A Shudder in the Oilpatch |
By simulating earthquakes, an Edmonton company believes it can boost oil recovery
by Lindsey Norris
In 1964 a major earthquake struck off Alaska, causing tsunamis along the Pacific coast. For 48 hours afterward, production at oil wells in Western Canada and the United States fluctuated noticeably. The same was reported during other seismic events going back to the 1950s, leading researchers in North America, Russia and China to look for ways to harness this effect to increase oil recovery.
Today, a great deal of investor chatter surrounds a small Edmonton company that may have finally done it. In a traditional field, around 60% of oil is left in the ground. Wavefront Energy and Environmental Services has patented technology that it claims is capable of extracting an additional 10%. “That 10% may not sound like a lot, but we believe this technology can be used on 200,000 fields in North America,” says Brett Davidson, CEO. “We’re not talking hundreds of barrels of oil. We’re talking thousands.” The fact that many investors have become believers explains the run on the former penny stock (WVF:TSXV) last spring.
The technology simulates a heart – when a heart pumps, it sends pulses through the body’s blood vessels, causing the network of capillaries to expand and contract. When a pulse is applied to the ground, it expands and contracts the porous rock, freeing the trapped oil. In one of Wavefront’s pilots, it increased the daily output of one declining reservoir from 120 barrels to 220 barrels per day.
This technology, called “Powerwave,” was developed by Kim Stanos, a University of Alberta professor (now retired) who worked with the technology in the laboratory for 16 years before he teamed up with Davidson, a technologist. The pair founded the company in 1997 and convinced an oil producer to let them test it in the field. They tracked down a $416,000 grant and contributed an equal amount of their own money.
The field test was successful. But it was March 1999 and oil was $9 a barrel. “We had a good theory, we proved it worked in the lab, we proved it worked in the field – and then no one was interested in oil recovery,” Davidson says. “We couldn’t have started this business at a worse time.” So Wavefront turned its sights to an area not subject to the whims of the market: the environment. The technologies are essentially the same, though branded under different names: Powerwave on the oil side, Primawave on the environmental side.

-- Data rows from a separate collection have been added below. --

"""Sweeps on a real Dask ``distributed.LocalCluster`` (worker processes) and the --cluster option.

The reference for every cluster run is the same sweep run in this process: the
cluster may only change where the cases are planned, never a byte of the report.
"""

from __future__ import annotations

import builtins
import logging
from collections.abc import Iterator
from typing import Any

import pytest

from beamplan.analyses.outages import models_built, outage_cases, run_sweep
from beamplan.cli.main import main
from beamplan.layout.loader import load_layout
from beamplan.network.graph import build_network
from beamplan.report.analyses import sweep_document, to_json

distributed = pytest.importorskip("distributed")


@pytest.fixture(scope="module")
def client() -> Iterator[Any]:
    """Two worker processes of one thread each, no dashboard, quiet logs."""
    with distributed.LocalCluster(n_workers=2, threads_per_worker=1, processes=True,
                                  dashboard_address=":0", silence_logs=logging.ERROR) as cluster, \
            distributed.Client(cluster) as dask_client:
        yield dask_client


def test_cluster_sweep_gives_the_same_json_bytes_as_in_process(
        capfd: pytest.CaptureFixture[str]) -> None:
    assert main(["sweep", "layouts/two-bay.yaml", "--json", "-"]) == 0
    here = capfd.readouterr().out
    assert main(["sweep", "layouts/two-bay.yaml", "--json", "-", "--cluster", "local:2"]) == 0
    there, err = capfd.readouterr()
    assert '"total_cases": 79' in here  # hand count: 79 nodes in service in two-bay
    assert there == here
    assert "Traceback" not in err


def test_workers_keep_their_live_model_across_chunks(client: Any) -> None:
    net = build_network(load_layout("layouts/two-bay.yaml"))
    cases = outage_cases(net)
    here = run_sweep(net, cases, chunk_size=8)
    before = client.run(models_built)
    executor = client.get_executor(pure=False)
    there = run_sweep(net, cases, executor=executor, chunk_size=8)
    executor.shutdown()
    after = client.run(models_built)
    # 79 cases in chunks of 8 are 10 chunks on 2 workers (hand count), yet each worker
    # built one live model for this network: the model is kept between chunks.
    built = {w: after[w] - before.get(w, 0) for w in after}
    assert len(built) == 2 and 1 <= sum(built.values()) <= 2 and max(built.values()) <= 1, built
    assert to_json(sweep_document(there, "test")) == to_json(sweep_document(here, "test"))


def test_missing_extra_is_one_clear_line(monkeypatch: pytest.MonkeyPatch,
                                         capfd: pytest.CaptureFixture[str]) -> None:
    real_import = builtins.__import__

    def no_dask(name: str, *args: Any, **kwargs: Any) -> Any:
        if name.split(".")[0] in ("dask", "distributed"):
            raise ImportError(f"No module named {name!r}")
        return real_import(name, *args, **kwargs)

    monkeypatch.setattr(builtins, "__import__", no_dask)
    code = main(["sweep", "layouts/two-bay.yaml", "-q", "--cluster", "local:2"])
    err = capfd.readouterr().err
    assert code == 2  # docs/exit-codes.md: USAGE
    assert err.count("\n") == 1 and "Traceback" not in err
    assert 'pip install "beamplan[cluster]"' in err


@pytest.mark.parametrize("argv", [
    ["--cluster", "local:0"],
    ["--cluster", "local:two"],
    ["--cluster", "local:2", "--jobs", "2"],
])
def test_bad_cluster_options_are_usage_errors(argv: list[str],
                                              capfd: pytest.CaptureFixture[str]) -> None:
    assert main(["sweep", "layouts/two-bay.yaml", "-q", *argv]) == 2
    err = capfd.readouterr().err
    assert "--cluster" in err and "Traceback" not in err


def test_an_unreachable_scheduler_is_one_clear_line(monkeypatch: pytest.MonkeyPatch,
                                                    capfd: pytest.CaptureFixture[str]) -> None:
    import socket

    from beamplan.cli import executors

    with socket.socket() as probe:  # a port that nothing listens on (bound, then freed)
        probe.bind(("127.0.0.1", 0))
        port = probe.getsockname()[1]
    monkeypatch.setattr(executors, "CONNECT_TIMEOUT", "1s")
    address = f"tcp://127.0.0.1:{port}"
    assert main(["sweep", "layouts/pilot-line.yaml", "-q", "--cluster", address]) == 2
    err = capfd.readouterr().err
    assert err.startswith(f"beamplan: error: --cluster {address}: cannot reach")
    assert err.count("\n") == 1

Primawave is used largely in the United States. The National Aeronautics and Space Administration once used it to clean up soil contaminated with tetrachloroethylene (dry-cleaning fluid). In the 1960s, NASA used the chemical to remove the soot generated by rockets from the launch site. Years later, the area was saturated with carcinogens. They knew how to remedy the toxicity of the soil: a mixture that included iron filings. The problem was how to get the filings into the ground. Enter Primawave.
Today, with “depressed” oil prices still topping $70 a barrel, Wavefront again sees its greatest growth potential in oil. Last year, the company had two clients; this year, it has 20; and by 2009, it hopes to have 200 tools in the ground across North America.
Davidson has reason to be optimistic. The first incarnation of the tool required two tractor trailers. But years ago, Davidson decided the firm would put everything on hold while it refined the technology. Thirty-six months later, it had made the tool only a metre high and eight centimetres in diameter. It leases the device to oil companies and ships it to them via courier. It’s easily assembled (no pricey engineers required). Wavefront charges oilfield companies $3,000 a month for a minimum 12-month period.
The future for Wavefront may involve spinning off a separate environmental company. But don’t expect to see Wavefront selling out anytime soon. “We don’t have an exit strategy,” Davidson says. “We didn’t put 10 years of blood and sweat into this company without intending to see a broad distribution across the world.”